** Opening MATERIAL SUPPLIED block **

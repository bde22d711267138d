using System.Text;
using RebuildPlanner.Core.JobFile;
using RebuildPlanner.Core.Jobs;
using RebuildPlanner.Core.Measuring;
using RebuildPlanner.Tests.Shared;

namespace RebuildPlanner.Cli.Tests;
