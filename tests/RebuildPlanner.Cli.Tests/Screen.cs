namespace RebuildPlanner.Cli.Tests;

/// <summary>Runs a command in process and keeps what it wrote.</summary>
internal sealed record Screen(int ExitCode, string Output, string Error)
{
    public static DateTimeOffset Now { get; } = new(2026, 12, 1, 9, 30, 0, TimeZoneInfo.Local.GetUtcOffset(new DateTime(2026, 12, 1)));

    public static Screen Of(params string[] args) => At(dataFolder: null, args);

    /// <summary>Runs a command for a user whose data folder this is.</summary>
    public static Screen At(string? dataFolder, params string[] args) => Typed(dataFolder, [], args);

    /// <summary>Runs a command with someone typing at it.</summary>
    public static Screen Typed(string? dataFolder, string[] lines, params string[] args)
    {
        using StringWriter output = new() { NewLine = "\n" }, error = new() { NewLine = "\n" };
        using StringReader input = new(string.Join('\n', lines));
        int code = Shell.Run(args, new Terminal(output, error, Terminal.UsualWidthColumns, IsScreen: false, () => Now, dataFolder) { Input = () => input });
        return new Screen(code, output.ToString().ReplaceLineEndings("\n"), error.ToString().ReplaceLineEndings("\n"));
    }

    /// <summary>Writes a job file, runs a command on it and removes it.</summary>
    public static Screen OfFile(string json, params string[] options)
    {
        string path = Path.Combine(Path.GetTempPath(), $"job-{Guid.NewGuid():N}.json");
        File.WriteAllText(path, json);
        try
        {
            Screen screen = Of(["results", "--file", path, .. options]);
            return screen with { Error = screen.Error.Replace(path, "job.json", StringComparison.Ordinal) };
        }
        finally
        {
            File.Delete(path);
        }
    }
}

** Closing MATERIAL SUPPLIED block **

→ **TASK GOAL**
Your task is to repeat the entries exactly.

→ **TASK RESULT**
repository bde22d711267138d
using System.Text;
using RebuildPlanner.Core.JobFile;
using RebuildPlanner.Core.Jobs;
using RebuildPlanner.Core.Measuring;
using RebuildPlanner.Tests.Shared;

namespace RebuildPlanner.Cli.Tests;
filename tests/RebuildPlanner.Cli.Tests/Screen.cs
namespace RebuildPlanner.Cli.Tests;

/// <summary>Runs a command in process and keeps what it wrote.</summary>
internal sealed record Screen(int ExitCode, string Output, string Error)
{
    public static DateTimeOffset Now { get; } = new(2026, 12, 1, 9, 30, 0, TimeZoneInfo.Local.GetUtcOffset(new DateTime(2026, 12, 1)));

    public static Screen Of(params string[] args) => At(dataFolder: null, args);

    /// <summary>Runs a command for a user whose data folder this is.</summary>
    public static Screen At(string? dataFolder, params string[] args) => Typed(dataFolder, [], args);

    /// <summary>Runs a command with someone typing at it.</summary>
    public static Screen Typed(string? dataFolder, string[] lines, params string[] args)
    {
        using StringWriter output = new() { NewLine = "\n" }, error = new() { NewLine = "\n" };
        using StringReader input = new(string.Join('\n', lines));
        int code = Shell.Run(args, new Terminal(output, error, Terminal.UsualWidthColumns, IsScreen: false, () => Now, dataFolder) { Input = () => input });
        return new Screen(code, output.ToString().ReplaceLineEndings("\n"), error.ToString().ReplaceLineEndings("\n"));
    }

    /// <summary>Writes a job file, runs a command on it and removes it.</summary>
    public static Screen OfFile(string json, params string[] options)
    {
        string path = Path.Combine(Path.GetTempPath(), $"job-{Guid.NewGuid():N}.json");
        File.WriteAllText(path, json);
        try
        {
            Screen screen = Of(["results", "--file", path, .. options]);
            return screen with { Error = screen.Error.Replace(path, "job.json", StringComparison.Ordinal) };
        }
        finally
        {
            File.Delete(path);
        }
    }
}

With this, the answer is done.